Es en educación donde hay que invertir. Hacer alianzas con organismos educativos, con empresarios, con representantes de familias para que se rescaten los valores de honestidad, de compromiso con la ley. De otra manera, no hay manera.

Mucho me temo que lo que persistirá en AMLO esa fórmula del paternalismo que aprendió de ese viejo PRI. Baste evocar la campaña, los mensajes de seducción a su electorado. Becas y prebendas a quienes no se lo ganan. Apapacho y engrosamiento de una base clientelar y asegurar su dependencia del papá gobierno. Muy el PRI. El viejo PRI que vuelve a su punto de partida, para continuar en ese eterno girar sobre los mismos pasos.

Un gobierno que de verdad quiere hacer crecer a su país, trabaja en las capacidades individuales de los ciudadanos. No los hace depender de dádivas, incentiva la productividad e invierte en avances de tecnología, fomenta la ciencia y la investigación, entre otras cosas.

NINIANE.

Disculpe usted lector de este espacio. Disculpe la insistencia con Niniane. Pero no me puedo desprender de ella porque hemos establecido ya una relación de simbiosis. Ella me necesita para tener conexión con este siglo, para contar su verdadera historia con nuestro amado Merlín. Y yo la necesito en los momentos del sinsentido, de los absurdos humanos. Cuando el desaliento aparece, la indignación aturde, la impunidad se acumula y duele, resulta oportuna su voz juguetona, irónica.

Cómplice amiga mía, mi memoria. Con una sola pregunta dispara todas las que yo tengo. Una frase, una palabra con malicia y me hace hurgar el sentido de ella.

-Piensa…piensa. Hurga. Investiga-dice antes de evaporarse en la sutileza de la fría tarde dominguera.
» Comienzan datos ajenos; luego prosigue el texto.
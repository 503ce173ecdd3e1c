// A bundle endpoint for browser tests, on 127.0.0.1 and another port than the app (so another origin):
// answers CORS preflights, checks the bearer token and Idempotency-Key, stores each bundle once by id,
// serves pulls by its own sequence number, and can be told to misbehave for the next pushes (503, a
// captive-portal HTML page with 200, or dropping the connection after storing the bundle).
import { createServer, type IncomingMessage, type Server, type ServerResponse } from 'node:http';
import type { Bundle, SyncRecord } from '../../../core/index';

/** How the endpoint answers the next push: normally, 503 with Retry-After: 1, a login page, or no answer after storing. */
export type PushMode = 'normal' | 'busy' | 'portal' | 'drop-after-store';

/** One POST as the endpoint saw it. */
export interface PushSeen {
  key: string | undefined;
  device: string | undefined;
  status: number | 'dropped';
}

export interface TestEndpoint {
  base: string;
  /** Bundles stored, in arrival order, with the device (from the token) that sent them. */
  stored: { seq: number; device: string; bundle: Bundle }[];
  pushes: PushSeen[];
  /** Every pull (GET of the bundles) with the device that asked, in arrival order. */
  pulls: { device: string | undefined; at_ms: number }[];
  preflights: number;
  /** Answers for the next pushes, first first; 'normal' once the list is used up. */
  queue: PushMode[];
  /** Every record stored, one entry per record in each stored bundle. */
  records(): SyncRecord[];
  /** When set, a bundle holding a record this names a reason for is refused with 400 "record" naming it, as the receiver's bundle check does. */
  refuse?: (r: SyncRecord) => string | undefined;
  /** Stores a bundle as if the office itself had sent it (pulls give it to every phone). */
  addFromOffice(bundle: Bundle): void;
  stop(): Promise<void>;
}

const CORS = {
  'Access-Control-Allow-Methods': 'GET, POST, OPTIONS',
  'Access-Control-Allow-Headers': 'Authorization, Content-Type, Idempotency-Key',
  'Access-Control-Expose-Headers': 'Retry-After',
  'Access-Control-Max-Age': '600',
};

/** Starts the endpoint on 127.0.0.1:port under /api, accepting `tokens` (token → device name) from `origin`. */
export async function startTestEndpoint(port: number, origin: string, tokens: Record<string, string>): Promise<TestEndpoint> {
  const ep: TestEndpoint = {
    base: `http://127.0.0.1:${port}/api`,
    stored: [],
    pushes: [],
    pulls: [],
    preflights: 0,
    queue: [],
    records: () => ep.stored.flatMap((s) => s.bundle.records),
    addFromOffice: (bundle) => void ep.stored.push({ seq: ep.stored.length + 1, device: 'office', bundle }),
    stop: () => new Promise((done) => server.close(() => done())),
  };
  const allowOrigin = origin.replace(/\/$/, '');
  const json = (res: ServerResponse, status: number, body: unknown, extra: Record<string, string> = {}) => {
    res.writeHead(status, { 'Content-Type': 'application/json', 'Access-Control-Allow-Origin': allowOrigin, ...CORS, ...extra });
    res.end(JSON.stringify(body));
  };
  const server: Server = createServer((req: IncomingMessage, res: ServerResponse) => {
    const url = new URL(req.url ?? '/', ep.base);
    if (req.method === 'OPTIONS') {
      ep.preflights++;
      res.writeHead(204, { 'Access-Control-Allow-Origin': allowOrigin, ...CORS });
      return res.end();
    }
    if (url.pathname !== '/api/bundles') return json(res, 404, { error: 'not-found', message: 'No such path.' });
    const auth = /^Bearer (\S+)$/.exec(req.headers.authorization ?? '');
    const device = auth ? tokens[auth[1]] : undefined;
    if (req.method === 'GET') {
      ep.pulls.push({ device, at_ms: Date.now() });
      if (!device) return json(res, 401, { error: 'token', message: 'Unknown token.' });
      const after = Number(url.searchParams.get('after') ?? '0');
      const bundles = ep.stored.filter((s) => s.seq > after && s.device !== device);
      return json(res, 200, { bundles: bundles.map((s) => s.bundle), cursor: String(ep.stored.length), more: false });
    }
    let body = '';
    req.on('data', (c: Buffer) => (body += c.toString('utf8')));
    req.on('end', () => {
      const key = req.headers['idempotency-key'] as string | undefined;
      const seen: PushSeen = { key, device, status: 0 };
      ep.pushes.push(seen);
      if (!device) {
        seen.status = 401;
        return json(res, 401, { error: 'token', message: 'Unknown token.' });
      }
      const mode = ep.queue.shift() ?? 'normal';
      if (mode === 'busy') {
        seen.status = 503;
        return json(res, 503, { error: 'busy', message: 'Try again shortly.' }, { 'Retry-After': '1' });
      }
      if (mode === 'portal') {
        seen.status = 200;
        res.writeHead(200, { 'Content-Type': 'text/html', 'Access-Control-Allow-Origin': allowOrigin });
        return res.end('<!doctype html><title>Sign in to the hotel Wi-Fi</title><form>Room number <input></form>');
      }
      const bundle = JSON.parse(body) as Bundle;
      if (key !== bundle.id) {
        seen.status = 400;
        return json(res, 400, { error: 'key', message: 'The Idempotency-Key is not the bundle id.' });
      }
      const refused = ep.refuse ? bundle.records.findIndex((r) => ep.refuse?.(r) !== undefined) : -1;
      if (refused >= 0) {
        seen.status = 400;
        return json(res, 400, { error: 'record', index: refused, message: `Record ${refused + 1} of the bundle ${ep.refuse?.(bundle.records[refused])}` });
      }
      const had = ep.stored.some((s) => s.bundle.id === bundle.id);
      if (!had) ep.stored.push({ seq: ep.stored.length + 1, device, bundle });
      if (mode === 'drop-after-store') {
        seen.status = 'dropped';
        req.socket.destroy();
        return;
      }
      seen.status = had ? 200 : 201;
      json(res, had ? 200 : 201, { bundle: bundle.id, records: bundle.records.length });
    });
  });
  await new Promise<void>((ready) => server.listen(port, '127.0.0.1', ready));
  return ep;
}
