from agent.config.load import FEATURES, Config
from agent.core.decode import Reason
from agent.core.detector import Detector, State, Transition
from agent.core.escalation import Escalated, leading_channels
from agent.core.events import EventType, Source, make_event, rfc3339, severity_for, top_contributors
from agent.core.features import block_features, segment_features, stack_rows
from agent.core.health import Change, HealthChange
from agent.core.health import Reason as HealthReason
from agent.core.limits import ZONES, FeatureLimits, LimitRise, ZoneLimits, zone_of
from agent.core.lockstep import LockstepCut
from agent.core.modes import UNKNOWN_MODE
from agent.core.spectral import spectral_features
from agent.core.suspect import ALONE_SHARE, dominant_channel, drifting_channel
from agent.core.timebase import Step
from agent.core.windows.assembler import Block, ClosedWindow
from agent.ingest.buffers import AssetInbox, Buffers, close_inboxes
from agent.models.bundle import Bundle, BundleMeta
from agent.ops.logs import RateLimited, kv
from agent.ops.metrics import Metrics, PlainSeries
from agent.pipeline.batched import BatchedModels
from agent.pipeline.messages import Kind, OutMessage
from agent.pipeline.runtime import AssetRuntime

_NF = len(FEATURES)



def _ratio(score: float, threshold: float) -> float | None:
    """The score relative to the threshold, as people read it (1.0 = at the threshold)."""
    return round(score / threshold, 3) if threshold > 0 else None

class Sink(Protocol):
    """Takes one tick's messages; `sequences` are the assets' event sequence numbers
    after the tick (only those that changed), stored with the messages."""

    def submit(self, msgs: Sequence[OutMessage],
               sequences: Mapping[str, int] | None = None) -> None: ...


WindowObserver = Callable[[str, str, ClosedWindow, np.ndarray, tuple[str, ...]], None]
# Whether the observer wants an asset's windows now (asked per window; None: always).
WindowWanted = Callable[[str], bool]


@dataclass(frozen=True)
class _AssetMetrics:
    """One asset's metric children, looked up once (`labels()` is not free per window)."""

    closed: PlainSeries
    scored: PlainSeries
    late: Counter
    score: PlainSeries
    threshold: Gauge
    anomalous: Gauge

    @classmethod
    def of(cls, m: Metrics, asset: str) -> _AssetMetrics:
        return cls(m.windows_closed.labels(asset), m.windows_scored.labels(asset),
                   m.late_samples.labels(asset), m.score.labels(asset),
                   m.threshold.labels(asset), m.anomalous.labels(asset))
Niniane viene de los tiempos en que se celebraban los misterios del universo. Se respetaba la melodiosa armonía de los bosques y lagos y no se tentaba a la furia de los dioses. La seducción femenina era un ritual en absoluto equilibrio con la naturaleza de las cosas. Majestuosa, Niniane. Sabía, Niniane, nunca ignoró la bondad de la que está hecha la vida toda; pero sabe que hay maldad, también. Una y otra son extremos de una misma línea. Dar más voz o cabida a uno que a otro es una elección desde la consciencia. Es allí el punto central: consciencia. Nada se compara a vivir las cosas desde ese punto a donde se llega, si se está dispuesto a transitar por su ruta y, una vez allí, descubrir que ha valido la pena el viaje en su búsqueda. Porque es desde allí donde se puede crecer. La consciencia provoca dolor, es verdad. Pero, a cambio, ofrece la gloria de los instantes de luz que encierra la verdad. Caminar con los ojos abiertos, enfrentar el dolor y seguir caminando. Aventurarse a equivocarse y celebrar los aciertos en el sublime y conmovedor silencio.